Depending on who you talk to, you may have been told that making a site or app "responsive" is easy. And while technically, yes it is relatively easy to make a website adapt its visual display based on the user's screen size, this is in-fact a very complicated topic that involves a lot of considerations to be made, both for the user experience as well as the technical approach.

At Tragic, we build high-performance websites that scale. Below are some of our tips for creating a polished, future-proof responsive experience on every device:

1. Mobile first is not always the best approach, we prefer feature-first.

There has been a recent push in "mobile first" design, that is first designing for mobile and then adapting that design for larger displays. This philosophy is built off of the idea that the majority of a website's traffic comes from mobile. But that is not always true, many websites still get a majority of their traffic from desktop users, and some have a 50/50 split. Also, desktop still has significantly higher conversion rates than mobile (4% to mobile's 1.3%), so if you prioritize the mobile experience you risk a higher loss in conversions for desktop. However, few projects have the budget to design every page for desktop, tablet, and mobile. Our approach, which has proven to be quite effective, is to design the full experience for desktop, design the most important pages for mobile, and then focus on how individual features or functionality will work for both mobile and desktop. This saves your designer the trouble of creating 20+ polished designs, but also provides the outline your developers need to create a polished responsive experience.

2. A good responsive website takes into account the adaptation of content as well as design.
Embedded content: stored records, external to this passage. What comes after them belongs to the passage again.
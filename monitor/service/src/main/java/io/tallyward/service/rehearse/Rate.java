package io.tallyward.service.rehearse;

import io.tallyward.statistics.proportion.Interval;
import io.tallyward.statistics.proportion.ScoreInterval;

/**
 * How often something happened in simulated runs.
 *
 * @param count in how many of them, at most {@code of}
 * @param of in how many it could have happened; at least 1
 */
public record Rate(long count, long of) {

    private static final double CONFIDENCE = 0.95;

    public Rate {
        if (!(count >= 0 && count <= of && of >= 1)) {
            throw new IllegalArgumentException(
                    "count: " + count + " of " + of + " (expected: 0 <= count <= of, of at least 1)");
        }
    }

    /** The share, in [0, 1]. */
    public double value() {
        return (double) count / of;
    }

    /** Monte Carlo standard error of the share, {@code sqrt(p (1 - p) / n)}; 0 when it happened never or always. */
    public double standardError() {
        return StrictMath.sqrt(value() * (1 - value()) / of);
    }

    /** The 95 % score interval of the share (see {@link ScoreInterval#wilson}). */
    public Interval interval() {
        return ScoreInterval.wilson(count, of, CONFIDENCE).orElseThrow();
    }
}
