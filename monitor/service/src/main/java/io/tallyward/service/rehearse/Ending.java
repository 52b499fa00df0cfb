package io.tallyward.service.rehearse;

import io.tallyward.engine.record.Verdict;

/** How the comparison of a challenger with the control ended in one run. */
public enum Ending {
    /** The verdict was told: better than the control. */
    BENEFIT,
    /** The verdict was told: worse than the control. */
    HARM,
    /** The verdict was told: a benefit has become unlikely. */
    FUTILITY,
    /** The planned information or time was used up and no boundary was crossed. */
    EXHAUSTED,
    /** The run ended while its data were not trusted, so that no verdict was told. */
    WITHHELD;

    /** The ending that a told verdict makes. */
    static Ending of(Verdict verdict) {
        return switch (verdict) {
            case STOP_BENEFIT -> BENEFIT;
            case STOP_HARM -> HARM;
            case STOP_FUTILITY -> FUTILITY;
            case EXHAUSTED -> EXHAUSTED;
            case WAITING, CONTINUE, STOPPED ->
                throw new IllegalArgumentException("verdict: " + verdict.code() + " (expected: a settled one)");
        };
    }
}
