package io.tallyward.connector.kafka;

import static org.junit.jupiter.api.Assertions.assertEquals;
import static org.junit.jupiter.api.Assertions.assertFalse;
import static org.junit.jupiter.api.Assertions.assertThrows;
import static org.junit.jupiter.api.Assertions.assertTrue;

import ch.qos.logback.classic.Logger;
import ch.qos.logback.classic.spi.ILoggingEvent;
import ch.qos.logback.core.read.ListAppender;
import java.time.Duration;
import java.time.Instant;
import java.util.List;
import java.util.Map;
import java.util.Set;
import org.apache.kafka.clients.admin.TransactionState;
import org.apache.kafka.clients.consumer.OffsetAndMetadata;
import org.apache.kafka.clients.consumer.OffsetOutOfRangeException;
import org.apache.kafka.common.KafkaException;
import org.apache.kafka.common.TopicPartition;
import org.apache.kafka.common.errors.TimeoutException;
import org.apache.kafka.common.errors.WakeupException;
import org.junit.jupiter.api.Test;
import org.slf4j.LoggerFactory;
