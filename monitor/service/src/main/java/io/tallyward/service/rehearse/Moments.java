package io.tallyward.service.rehearse;

import java.util.Optional;

/**
 * Count, mean and sum of squared deviations of a stream of numbers, and of two streams put together (Chan, Golub and
 * LeVeque, "Algorithms for computing the sample variance", The American Statistician 37 (1983) 242-247, recalled). Same
 * numbers and same order of merging, same bits. Not thread-safe.
 */
final class Moments {

    private long count;
    private double mean;
    private double squares;

    void add(double value) {
        count++;
        double before = value - mean;
        mean += before / count;
        squares += before * (value - mean);
    }

    void add(Moments later) {
        if (later.count == 0) {
            return;
        }
        double both = (double) count + later.count;
        double apart = later.mean - mean;
        squares += later.squares + apart * apart * (count * (later.count / both));
        mean += apart * (later.count / both);
        count += later.count;
    }

    /** Empty without a number. */
    Optional<Mean> mean() {
        if (count == 0) {
            return Optional.empty();
        }
        double variance = count > 1 ? squares / (count - 1) : 0;
        return Optional.of(new Mean(mean, StrictMath.sqrt(variance / count), count));
    }
}
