package io.tallyward.service.rehearse;

import io.tallyward.engine.record.Adjusted;
import io.tallyward.engine.record.DecisionRecord.Comparison;
import io.tallyward.statistics.distribution.Normal;
import java.util.Optional;

/**
 * What the record of the look that ended a comparison says about the difference of rates, against the truth, which a
 * rehearsal knows.
 *
 * <p>Naive is what ignores that there were looks before: the observed difference, and that difference with the usual
 * quantile of its standard error to each side. Adjusted are the median-unbiased estimate and the interval of the stage-wise
 * ordering.
 *
 * @param naive observed difference, variant minus control
 * @param adjusted median-unbiased estimate of the difference
 * @param level what the naive and the stage-wise interval promise, in (0, 1)
 * @param naiveCovers whether the naive interval holds the truth
 * @param repeatedCovers whether the repeated confidence interval does
 * @param stagewiseCovers whether the interval of the stage-wise ordering does
 */
record StopEstimate(
        double naive,
        double adjusted,
        double level,
        boolean naiveCovers,
        boolean repeatedCovers,
        boolean stagewiseCovers) {

    /**
     * Reads the estimates from a look.
     *
     * @param truth the true difference of rates
     * @return empty if the look did not end its comparison, or the record is bare
     */
    static Optional<StopEstimate> of(Comparison look, double truth) {
        Adjusted adjusted = look.adjusted();
        if (adjusted == null) {
            return Optional.empty();
        }
        double reach = Normal.upperQuantile(0.5 * (1 - adjusted.level())) / StrictMath.sqrt(look.information());
        return Optional.of(new StopEstimate(
                look.difference(),
                adjusted.difference().value(),
                adjusted.level(),
                StrictMath.abs(look.difference() - truth) <= reach,
                holds(look.differenceLower(), look.differenceUpper(), truth),
                holds(adjusted.difference().lower(), adjusted.difference().upper(), truth)));
    }

    private static boolean holds(Double lowerOrNull, Double upperOrNull, double truth) {
        return (lowerOrNull == null || lowerOrNull <= truth) && (upperOrNull == null || truth <= upperOrNull);
    }
}
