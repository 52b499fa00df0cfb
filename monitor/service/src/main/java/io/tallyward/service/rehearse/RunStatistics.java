package io.tallyward.service.rehearse;

import java.time.Duration;
import java.util.ArrayList;
import java.util.Arrays;
import java.util.List;
import java.util.Optional;
import java.util.stream.IntStream;

/** Sums over runs. Added up block by block in the order of the runs, so that rounding is always the same. Not thread-safe. */
final class RunStatistics {

    private static final double DAY_MILLIS = Duration.ofDays(1).toMillis();

    private final List<ArmStatistics> arms = new ArrayList<>();
    private final Moments looks = new Moments();
    private final Moments trials = new Moments();
    private final Moments days = new Moments();
    private final Moments waited = new Moments();
    private final Counters<Count> counts = new Counters<>(Count.class);

    private enum Count {
        RUN,
        REJECTION,
        BENEFIT,
        HARM,
        FUTILE,
        WITHHELD,
        MISMATCH,
        NAIVE_REJECTION,
        FALSE_ALARM
    }

    RunStatistics(int challengers) {
        for (int i = 0; i < challengers; i++) {
            arms.add(new ArmStatistics());
        }
    }

    void add(RunResult run, double[] trueDifferences) {
        counts.count(Count.RUN, true);
        boolean rejected = run.any(Ending.BENEFIT) || run.any(Ending.HARM);
        counts.count(Count.REJECTION, rejected);
        counts.count(Count.BENEFIT, run.any(Ending.BENEFIT));
        counts.count(Count.HARM, run.any(Ending.HARM));
        counts.count(Count.WITHHELD, !rejected && run.any(Ending.WITHHELD));
        counts.count(Count.FUTILE, run.all(Ending.FUTILITY));
        counts.count(Count.MISMATCH, run.mismatch());
        counts.count(Count.NAIVE_REJECTION, run.arms().stream().anyMatch(RunResult.Arm::naiveRejection));
        counts.count(Count.FALSE_ALARM, falseAlarm(run, trueDifferences));
        waited.add(run.waited());
        looks.add(run.looks());
        trials.add(run.trials());
        days.add(run.millis() / DAY_MILLIS);
        for (int i = 0; i < trueDifferences.length; i++) {
            arms.get(i).add(run.arms().get(i), trueDifferences[i]);
        }
    }

    private static boolean falseAlarm(RunResult run, double[] trueDifferences) {
        return IntStream.range(0, trueDifferences.length)
                .anyMatch(i -> trueDifferences[i] == 0 && run.arms().get(i).rejected());
    }

    void add(RunStatistics later) {
        counts.add(later.counts);
        waited.add(later.waited);
        looks.add(later.looks);
        trials.add(later.trials);
        days.add(later.days);
        for (int i = 0; i < arms.size(); i++) {
            arms.get(i).add(later.arms.get(i));
        }
    }

    /** The report on at least one run. */
    RehearsalReport report(RehearsedPlan rehearsed, double[] trueDifferences) {
        List<RehearsalReport.Arm> reports = new ArrayList<>();
        for (int i = 0; i < trueDifferences.length; i++) {
            String name = rehearsed.plan().challengers().get(i).name();
            reports.add(arms.get(i).report(name, trueDifferences[i], counts.get(Count.RUN)));
        }
        return new RehearsalReport(
                rehearsed.step(),
                rehearsed.steps(),
                rehearsed.arrivals(),
                rate(Count.REJECTION),
                rate(Count.BENEFIT),
                rate(Count.HARM),
                rate(Count.FUTILE),
                exhausted(),
                rate(Count.WITHHELD),
                rate(Count.MISMATCH),
                rate(Count.NAIVE_REJECTION),
                looks.mean().orElseThrow(),
                trials.mean().orElseThrow(),
                days.mean().orElseThrow(),
                reports,
                Arrays.stream(trueDifferences).anyMatch(difference -> difference == 0)
                        ? Optional.of(rate(Count.FALSE_ALARM))
                        : Optional.empty(),
                waited.mean().orElseThrow());
    }

    private Rate rate(Count what) {
        return new Rate(counts.get(what), counts.get(Count.RUN));
    }

    /** The runs that ended in no other way. */
    private Rate exhausted() {
        long others = counts.get(Count.REJECTION) + counts.get(Count.FUTILE) + counts.get(Count.WITHHELD);
        return new Rate(counts.get(Count.RUN) - others, counts.get(Count.RUN));
    }
}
Instead of just focusing on the available pixels, focus on who your user is and what they are trying to do. Beyond just optimizing for the user experience, optimize the content for the user and their device. Is the goal of a mobile user the same as a desktop user? If not, prioritize the content / menus / features to help each user accomplish their goals faster and easier on their given devices.

3. Future-proof your design - Don't forget tablet.

Tablet is often overlooked when it comes to responsive design, and this is going to be a growing problem as new types of different devices begin to enter the market. Right now everyone focuses on desktop, and (if they have time) mobile. But nobody is considering the weird in-betweens, which will begin to be a bigger problem as the number of devices continue to grow. You may not have time to design a completely unique experience for every device, but at least make sure you test your website for all screen sizes between mobile and desktop. If you don't you will find yourself constantly fixing issues in the future as new devices begin to enter the market.

4. Load times are part of responsive design and should not be overlooked.

One of the major issues often overlooked in responsive design is the website's load time. Mobile users are finicky, and they do not like to wait for a website to load. Often, part of the load time on mobile is caused by the user having to load the assets for both mobile and desktop. This can be solved in a number of ways depending upon the architecture of your site, but it is important to test and optimize the site to ensure fast loading times for every device. Google has started to adjust ranking based on the site's load time, proving that the importance of optimizing your site is of growing importance.

Above all, the most important thing to remember when it comes to responsive design is to think about your users!
Consider their goals and motives just as much as you consider their device's screen size. Make sure you are creating a site experience that helps them accomplish their tasks with ease no matter what device they are on.